[Dataset entries]
▬▬▬▬▬▬

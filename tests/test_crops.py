"""Window planning (redact.vision.crops): geometric promises, checked over random scenes (hypothesis).

These are properties of the construction (every person inside a window at the target size;
a sweep leaves no person-sized gap), not values from a published source.
"""

from __future__ import annotations

import numpy as np
import pytest
from hypothesis import given, settings
from hypothesis import strategies as st

from redact.errors import InputError
from redact.vision.crops import STRIDE, CropSettings, person_windows, sweep_windows

S = CropSettings()


def _inside(box, w) -> bool:
    x1, y1, x2, y2 = box
    return w.x0 - 1e-6 <= x1 and w.y0 - 1e-6 <= y1 and x2 <= w.x1 + 1e-6 and y2 <= w.y1 + 1e-6


people = st.lists(st.tuples(st.floats(0, 1200), st.floats(0, 650), st.floats(20, 300), st.floats(0.25, 0.8)),
                  min_size=1, max_size=12)


@settings(max_examples=150, deadline=None)
@given(people)
def test_every_person_lies_inside_a_window_big_enough(boxes):
    # boxes come clipped to the frame, as the detector reports them
    arr = np.array([(x, y, min(1280.0, x + h * r), min(720.0, y + h)) for x, y, h, r in boxes])
    arr = arr[(arr[:, 2] > arr[:, 0] + 1) & (arr[:, 3] > arr[:, 1] + 1)]
    if not len(arr):
        return
    wins = person_windows(arr, 1280, 720, S)
    assert wins and len(wins) <= len(arr)
    for w in wins:
        assert w.in_w % STRIDE == 0 and w.in_h % STRIDE == 0
        assert w.scale <= S.max_upscale + 1e-9
        assert max(w.in_w, w.in_h) <= max(S.max_side, 2 * STRIDE) or len(arr) == 1
    for box in arr:
        h = box[3] - box[1]
        ok = [w for w in wins if _inside(box, w)]
        assert ok, box
        # the person reaches the target height in at least one window (or the upscale cap)
        assert max(w.scale for w in ok) * max(h, S.min_person_height) >= min(
            S.target_height, S.max_upscale * max(h, S.min_person_height)) - 1e-6


def test_one_small_person_is_enlarged_to_the_target_height():
    (w,) = person_windows(np.array([[600.0, 300.0, 624.0, 360.0]]), 1280, 720, S)
    assert w.scale == pytest.approx(S.target_height / 60.0)
    assert 600 >= w.x0 and 624 <= w.x1 and 300 >= w.y0 and 360 <= w.y1


def test_neighbours_share_a_window_and_cost_no_more():
    a = np.array([[600.0, 300.0, 624.0, 360.0], [630.0, 302.0, 652.0, 362.0]])
    together = person_windows(a, 1280, 720, S)
    apart = person_windows(a[:1], 1280, 720, S) + person_windows(a[1:], 1280, 720, S)
    assert len(together) == 1
    assert together[0].pixels <= sum(w.pixels for w in apart)


def test_windows_are_moved_inside_the_frame_when_they_fit():
    (w,) = person_windows(np.array([[0.0, 0.0, 20.0, 50.0]]), 1280, 720, S)
    assert w.x0 >= -STRIDE / w.scale and w.y0 >= -STRIDE / w.scale  # only stride rounding reaches out


@settings(max_examples=100, deadline=None)
@given(st.integers(160, 1920), st.integers(120, 1080), st.data())
def test_sweep_leaves_no_gap_a_person_could_hide_in(fw, fh, data):
    tiles = sweep_windows(fw, fh, S)
    for t in tiles:
        assert t.scale == pytest.approx(S.scale_for(S.min_person_height))
    tallest = 2 * S.min_person_height  # the tiles are meant for people up to this tall
    h = data.draw(st.floats(S.min_person_height, min(tallest, fh)))
    w = data.draw(st.floats(h * 0.25, min(h, fw)))
    x = data.draw(st.floats(0, fw - w))
    y = data.draw(st.floats(0, fh - h))
    assert any(_inside((x, y, x + w, y + h), t) for t in tiles)


@pytest.mark.parametrize("kw", [dict(min_person_height=4), dict(target_height=700), dict(max_upscale=0.5),
                                dict(context=5.0), dict(max_side=100), dict(sweep_overlap=3.0)])
def test_settings_are_checked(kw):
    with pytest.raises(InputError):
        CropSettings(**kw)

▬▬▬▬▬▬

*Activity*:
The expected output is the lines from the one holding "assert w.x0 >= -STRIDE" through the last line of the data, exactly as they appear, with nothing before or after.

*Solution to this problem*:
    assert w.x0 >= -STRIDE / w.scale and w.y0 >= -STRIDE / w.scale  # only stride rounding reaches out


@settings(max_examples=100, deadline=None)
@given(st.integers(160, 1920), st.integers(120, 1080), st.data())
def test_sweep_leaves_no_gap_a_person_could_hide_in(fw, fh, data):
    tiles = sweep_windows(fw, fh, S)
    for t in tiles:
        assert t.scale == pytest.approx(S.scale_for(S.min_person_height))
    tallest = 2 * S.min_person_height  # the tiles are meant for people up to this tall
    h = data.draw(st.floats(S.min_person_height, min(tallest, fh)))
    w = data.draw(st.floats(h * 0.25, min(h, fw)))
    x = data.draw(st.floats(0, fw - w))
    y = data.draw(st.floats(0, fh - h))
    assert any(_inside((x, y, x + w, y + h), t) for t in tiles)


@pytest.mark.parametrize("kw", [dict(min_person_height=4), dict(target_height=700), dict(max_upscale=0.5),
                                dict(context=5.0), dict(max_side=100), dict(sweep_overlap=3.0)])
def test_settings_are_checked(kw):
    with pytest.raises(InputError):
        CropSettings(**kw)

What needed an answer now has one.